The concern of this page is with the alethic modalities: necessary truth, contingent truth, contingent falsehood, necessary falsehood, logical entailment, logical equivalence, logical incompatibility, and logical contradictories.

Uses of Alethic Modalities in Philosophy

• Principles
  • Philosophic principles are typically set forth as necessarily truths, for example the Principle of Alternative Possibilities:
    • A person is morally responsible for something they’ve done only if they could have avoided doing it.
  • The principle is set forth as a necessary truth, thus subject to refutation by a logically possible counterexample.
• Conceptual Analysis
  • Conceptual analysis is the analysis of a concept into its conceptual components, for example, the analysis of knowledge as justified true belief:
    • A person knows that P if and only if
      • the person believes that P
      • it’s true that P
      • the person is rationally justified in believing that P.
    • The analysis is put forth as a necessary truth, thus subject to a logically possible counterexample, either
      • a logically possible scenario where a person knows that P but not all three conditions of the analysis are met
        • or
      • a logically possible scenario where a person does not know that P yet all three conditions are met.
• Family Connections
  • Light can be thrown on a family of words and phrases by setting forth their logical interconnections, for example:
    • “it is certain that P” logically entails “it is beyond a reasonable doubt that P,” but not the reverse;
    • “it is beyond a reasonable doubt that P” logically entails “there is a preponderance of evidence that P,” but not the reverse.

The Alethic Modalities

Necessary and Contingent Truths

• Gottfried Wilhelm Leibniz introduced calculus into mathematics, kinetic energy into physics, and the distinction between necessary and contingent truths into philosophy, what he called truths of reason and truths of fact.
  • From the Monadology (1714) Part II 33
    • “There are two kinds of truths, those of reasoning and those of fact.

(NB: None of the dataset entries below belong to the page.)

import { afterAll, beforeAll, describe, expect, it } from 'vitest';
import { loadConfig } from '../../server/config';
import { csrf, testApp } from '../helpers/app';
import { dropDatabase, runScript, siblingDatabase } from './helpers';

const DB = siblingDatabase('spoolwright_prod_setup_test');
const PASSWORD = 'first admin chose this';
const NEW_PASSWORD = 'my very own password';

beforeAll(() => dropDatabase(DB));
afterAll(() => dropDatabase(DB));

describe('npm run setup on a fresh database', () => {
  let app: ReturnType<typeof testApp> | undefined;
  afterAll(() => app?.close());

  it('creates the first admin, who must change the password before anything else; a second setup refuses', async () => {
    const asArgument = await runScript('scripts/setup.ts', ['--admin-email', 'owner@shop.example', '--admin-name', 'Shop Owner', '--admin-password', PASSWORD], { DATABASE_URL: DB });
    expect(asArgument.code).toBe(2);
    expect(asArgument.out).toContain('the password is never an argument');

    const first = await runScript('scripts/setup.ts', ['--admin-email', 'Owner@Shop.example', '--admin-name', 'Shop Owner'], {
      DATABASE_URL: DB,
      SPOOLWRIGHT_ADMIN_PASSWORD: PASSWORD,
    });
    expect(first.out).toContain('owner@shop.example is its first admin');
    expect(first.code).toBe(0);

    app = testApp({ DATABASE_URL: DB });
    const admin = await app.signIn({ email: 'owner@shop.example', password: PASSWORD });
    const me = await admin.get('/api/auth/me');
    expect(me.body.user).toMatchObject({ role: 'admin', mustChangePassword: true });
    const blocked = await admin.get('/api/users');
    expect(blocked.status).toBe(403);
    expect(blocked.body.error.code).toBe('password_change_required');
    expect((await admin.post('/api/customers').set(csrf).send({ name: 'Anyone' })).body.error.code).toBe('password_change_required');

    const wrong = await admin.post('/api/auth/password').set(csrf).send({ currentPassword: 'not it at all', newPassword: NEW_PASSWORD });
    expect(wrong.status).toBe(400);
    expect(wrong.body.error.fields.currentPassword).toBeDefined();
    const same = await admin.post('/api/auth/password').set(csrf).send({ currentPassword: PASSWORD, newPassword: PASSWORD });
    expect(same.body.error.fields.newPassword).toBeDefined();
    const changed = await admin.post('/api/auth/password').set(csrf).send({ currentPassword: PASSWORD, newPassword: NEW_PASSWORD });
    expect(changed.status, JSON.stringify(changed.body)).toBe(200);
    expect(changed.body.user.mustChangePassword).toBeUndefined();
    const users = await admin.get('/api/users');
    expect(users.status).toBe(200);
    expect(users.body.users.map((u: { email: string }) => u.email)).toEqual(['owner@shop.example']);
    // The old password no longer signs in; the new one does.
    await expect(app.signIn({ email: 'owner@shop.example', password: PASSWORD })).rejects.toThrow(/401/);
    expect((await (await app.signIn({ email: 'owner@shop.example', password: NEW_PASSWORD })).get('/api/users')).status).toBe(200);

    const second = await runScript('scripts/setup.ts', ['--admin-email', 'other@shop.example', '--admin-name', 'Someone Else'], {
      DATABASE_URL: DB,
      SPOOLWRIGHT_ADMIN_PASSWORD: PASSWORD,
    });
    expect(second.code).toBe(1);
    expect(second.out).toContain('refused: An admin exists already (owner@shop.example)');
  }, 180_000);

  it('refuses the demo seed when NODE_ENV=production', async () => {
    const seeded = await runScript('scripts/db.ts', ['seed'], {
      NODE_ENV: 'production',
      DATABASE_URL: DB,
      SESSION_SECRET: 'a production secret of some length',
      REDIS_URL: loadConfig({ ...process.env, NODE_ENV: 'test' }).redisUrl,
      SMTP_URL: 'smtp://127.0.0.1:1025',
      S3_BUCKET: 'spoolwright-prod-setup-test',
      PUBLIC_URL: 'https://coils.example',
    });
    expect(seeded.code).toBe(2);
    expect(seeded.out).toContain('the demo shop is never seeded with NODE_ENV=production');
  }, 180_000);
});

describe('production configuration', () => {
  it('names every missing secret and service address, and refuses the development secret', () => {
    expect(() => loadConfig({ NODE_ENV: 'production' })).toThrow(
      /SESSION_SECRET: required in production\n {2}DATABASE_URL: required in production\n {2}REDIS_URL: required in production\n {2}SMTP_URL: required in production\n {2}S3_BUCKET: required in production\n {2}PUBLIC_URL: required in production/,
    );
    const complete = {
      NODE_ENV: 'production',
      DATABASE_URL: 'postgres://u:p@db.internal:5432/shop',
      REDIS_URL: 'redis://cache.internal:6379/0',
      SMTP_URL: 'smtps://relay.internal:465',
      S3_BUCKET: 'shop-files',
      PUBLIC_URL: 'https://coils.example',
    };
    expect(() => loadConfig({ ...complete, SESSION_SECRET: 'spoolwright-local-development-secret' })).toThrow(/not the development one/);
    expect(loadConfig({ ...complete, SESSION_SECRET: 'a production secret of some length' }).production).toBe(true);
  });
});
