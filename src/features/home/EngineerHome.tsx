import { useQuery } from '@tanstack/react-query';
import type { SessionUser } from '../../contracts/auth';
import { coilReferenceResponse } from '../../contracts/coil';
import { Alert } from '../../components/Alert';
import { api, errorMessage } from '../../lib/api';
import { Panel } from '../../components/Panel';
import { useUnits } from '../../lib/session';
import { EngineeringHomePanel } from '../engineering';
import { formatNumber, fromKelvinDifference, temperatureDifferenceSymbol } from '../../lib/units';
import { AccountPanel, DutiesPanel, HomeFrame } from './parts';

/** IEC 60085 letter designations of the thermal classes (letters from memory). */
const CLASS_LETTERS: Record<number, string> = { 105: 'A', 120: 'E', 130: 'B', 155: 'F', 180: 'H', 200: 'N', 220: 'R' };

const referenceQuery = {
  queryKey: ['coil', 'reference'],
  queryFn: ({ signal }: { signal: AbortSignal }) => api.get('/coil/reference', { schema: coilReferenceResponse, signal }),
  staleTime: Infinity,
};

/** The engine's own constants (served from server/coil), in the user's units. */
function ReferencePanel() {
  const u = useUnits();
  const ref = useQuery(referenceQuery);
  if (!ref.data) return ref.error ? <Alert title="Cannot load the reference">{errorMessage(ref.error)}</Alert> : null;
  const cu = ref.data.conductors.copper;
  // α is "per degree of difference": per K, or per °F (a 1 °F step is 5/9 K).
  const alpha = cu.alpha20 / fromKelvinDifference(1, u.prefs.temperatureUnit);
  const k = cu.resistanceMethodK;
  return (
    <Panel title="Shop reference">
      <div className="grid gap-5 md:grid-cols-2">
        <div>
          <h3 className="mb-1 text-sm font-bold tracking-wide text-graphite-500 uppercase">Thermal classes (IEC 60085)</h3>
          <table className="w-full text-sm">
            <thead>
              <tr className="border-b border-graphite-200 text-left text-graphite-600">
                <th className="py-1 font-semibold">Class</th>
                <th className="py-1 font-semibold">Letter</th>
                <th className="py-1 text-right font-semibold">Limit</th>
                <th className="py-1 text-right font-semibold">Hot-spot allowance</th>
              </tr>
            </thead>
            <tbody>
              {ref.data.thermalClasses.map((c) => (
                <tr key={c} className="border-b border-graphite-100">
                  <td className="py-1 font-semibold">{c}</td>
                  <td className="py-1">{CLASS_LETTERS[c] ?? '—'}</td>
                  <td className="py-1 text-right">{u.temperature(c, 0)}</td>
                  <td className="py-1 text-right">{u.temperatureDifference(ref.data.hotSpot.allowances[String(c)] ?? 0, 0)}</td>
                </tr>
              ))}
            </tbody>
          </table>
          <p className="mt-2 text-xs text-graphite-500">Hot-spot allowance: {ref.data.hotSpot.source}.</p>
        </div>
        <div>
          <h3 className="mb-1 text-sm font-bold tracking-wide text-graphite-500 uppercase">Annealed copper (IEC 60028)</h3>
          <dl className="grid grid-cols-[max-content_1fr] gap-x-4 gap-y-1.5 text-sm">
            <dt className="text-graphite-600">Resistivity at {u.temperature(20, 0)}</dt>
            <dd className="font-semibold">{formatNumber(cu.resistivity20 * 1e6, 6)}&nbsp;Ω·mm²/m</dd>
            <dt className="text-graphite-600">Temperature coefficient α</dt>
            <dd className="font-semibold">
              {formatNumber(alpha, 5)}&nbsp;/{temperatureDifferenceSymbol(u.prefs.temperatureUnit)}
            </dd>
            <dt className="text-graphite-600">Density</dt>
            <dd className="font-semibold">{formatNumber(cu.density / 1000, 2)}&nbsp;g/cm³</dd>
            <dt className="text-graphite-600">Copper temperature constant</dt>
            <dd className="font-semibold">{formatNumber(k, 1)} (IEEE Std 118; IEC 60034-1 rounds to 235)</dd>
          </dl>
          <p className="mt-3 text-sm text-graphite-600">
            Hot resistance by the resistance method: R<sub>2</sub> = R<sub>1</sub> · ({formatNumber(k, 1)} + θ<sub>2</sub>) / ({formatNumber(k, 1)} + θ<sub>1</sub>), θ in °C — the same line as α, so the
            design and the bench agree. Aluminium (61&nbsp;% IACS): {formatNumber(ref.data.conductors.aluminium.resistanceMethodK, 1)}.
          </p>
        </div>
      </div>
    </Panel>
  );
}

export function EngineerHome({ user }: { user: SessionUser }) {
  return (
    <HomeFrame user={user}>
      <EngineeringHomePanel />
      <ReferencePanel />
      <div className="grid gap-5 lg:grid-cols-2">
        <DutiesPanel user={user} />
        <AccountPanel user={user} />
      </div>
    </HomeFrame>
  );
}
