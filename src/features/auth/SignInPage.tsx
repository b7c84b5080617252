import { zodResolver } from '@hookform/resolvers/zod';
import { useForm } from 'react-hook-form';
import { useNavigate, useSearchParams } from 'react-router';
import type { z } from 'zod';
import { loginRequest } from '../../contracts/auth';
import { Alert } from '../../components/Alert';
import { Button } from '../../components/Button';
import { TextField } from '../../components/Field';
import { Brand } from '../../components/Brand';
import { isApiError, safeNext } from '../../lib/api';
import { applyServerErrors } from '../../lib/forms';
import { useSignIn } from './api';

type FormIn = z.input<typeof loginRequest>;
type FormOut = z.output<typeof loginRequest>;

export function SignInPage() {
  const [params] = useSearchParams();
  const navigate = useNavigate();
  const signIn = useSignIn();
  const next = safeNext(params.get('next'));
  const {
    register,
    handleSubmit,
    setError,
    formState: { errors },
  } = useForm<FormIn, unknown, FormOut>({ resolver: zodResolver(loginRequest), defaultValues: { email: '', password: '' } });

  const onSubmit = handleSubmit(async (values) => {
    try {
      await signIn.mutateAsync(values);
      navigate(next, { replace: true });
    } catch (e) {
      if (isApiError(e) && e.status === 400) applyServerErrors(e, setError, ['email', 'password']);
    }
  });

  const failure = signIn.error;
  const problem =
    failure && isApiError(failure)
      ? failure.status === 401
        ? { title: 'Not signed in', text: failure.message }
        : failure.status === 429
          ? { title: 'Sign-in paused for this account', text: failure.message }
          : failure.status === 400
            ? null
            : { title: 'Could not sign in', text: failure.message }
      : failure
        ? { title: 'Could not sign in', text: failure.message }
        : null;

  return (
    <div className="flex min-h-screen flex-col bg-graphite-900">
      <div className="h-1 bg-copper-500" aria-hidden />
      <main className="flex flex-1 items-center justify-center px-4 py-10">
        <div className="w-full max-w-md">
          <div className="mb-6 flex justify-center">
            <Brand />
          </div>
          <div className="rounded-lg bg-white p-7 shadow-2xl">
            <h1 className="text-2xl font-bold text-graphite-950">Sign in</h1>
            <p className="mt-1 text-graphite-600">Orders, build sheets and work orders for the winding shop.</p>
            {next !== '/' && (
              <p className="mt-3 text-sm text-graphite-600">
                After signing in you go on to <span className="font-mono text-graphite-900">{next}</span>.
              </p>
            )}
            <form className="mt-5 flex flex-col gap-4" onSubmit={onSubmit} noValidate>
              {problem && (
                <Alert kind="fault" title={problem.title}>
                  {problem.text}
                </Alert>
              )}
              <TextField
                label="E-mail"
                type="email"
                autoComplete="username"
                autoFocus
                error={errors.email?.message}
                className="h-12 text-base"
                {...register('email')}
              />
              <TextField
                label="Password"
                type="password"
                autoComplete="current-password"
                error={errors.password?.message}
                className="h-12 text-base"
                {...register('password')}
              />
              <Button type="submit" variant="primary" size="lg" busy={signIn.isPending} className="mt-1 w-full">
                Sign in
              </Button>
            </form>
          </div>
          <p className="mt-5 text-center text-sm text-graphite-400">Forgotten your password? An administrator can set a new one.</p>
        </div>
      </main>
    </div>
  );
}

Truths of reasoning are necessary and their opposite is impossible: truths of fact are contingent and their opposite is possible. When a truth is necessary, its reason can be found by analysis, resolving it into more simple ideas and truths, until we come to those which are primary.”
  • Truths of reason, Leibniz said, are grounded on the principle of “contradiction, in virtue of which we judge false that which involves a contradiction, and true that which is opposed or contradictory to the false.”
• Later, in An Enquiry Concerning Human Understanding (1748), David Hume made the same distinction, calling the concepts relations of ideas and matters of fact.
  • Relations of Ideas
    • Relations of ideas are propositions that are “either intuitively or demonstratively certain. That the square of the hypotenuse is equal to the square of the two sides, is a proposition which expresses a relation between these figures. That three times five is equal to the half of thirty, expresses a relation between these numbers. Propositions of this kind are discoverable by the mere operation of thought, without dependence on what is anywhere existent in the universe. Though there never were a circle or triangle in nature, the truths demonstrated by Euclid would forever retain their certainty and evidence. “ (EHU 20)
  • Matters of Fact
    • “Matters of fact …are not ascertained in the same manner [as relations of ideas]; nor is our evidence of their truth, however great, of a like nature with the foregoing. The contrary of every matter of fact is still possible; because it can never imply a contradiction, and is conceived by the mind with the same facility and distinctness, as if ever so conformable to reality. That the sun will not rise tomorrow is no less intelligible a proposition, and implies no more contradiction than the affirmation, that it will rise. We should in vain, therefore, attempt to demonstrate its falsehood. Were it demonstratively false, it would imply a contradiction, and could never be distinctly conceived by the mind.”  (EHU 21)
• A proposition is necessarily true if its negation implies a contradiction or, following Hume, that it’s true solely by virtue of the relations among the ideas of which it’s composed.
• Necessary truths include propositions such as:
  • Everything is what it is and not something else.
  • All squares are rectangles.
  • If a person is taller than a second and the second taller than a third, the first is taller than the third.
  • 3 x 5 = 30 / 2
  • The sum of two odd integers is (always) even.
  • The square of the hypotenuse of a right triangle equals the sum of the squares of the other two sides.
• A proposition is contingently true if it’s true and not necessarily true.
• Examples:
  • The sun will rise tomorrow;
  • Some molecules have three atoms;
  • Harper Lee wrote To Kill a Mockingbird;
  • The total energy of a closed physical system remains constant.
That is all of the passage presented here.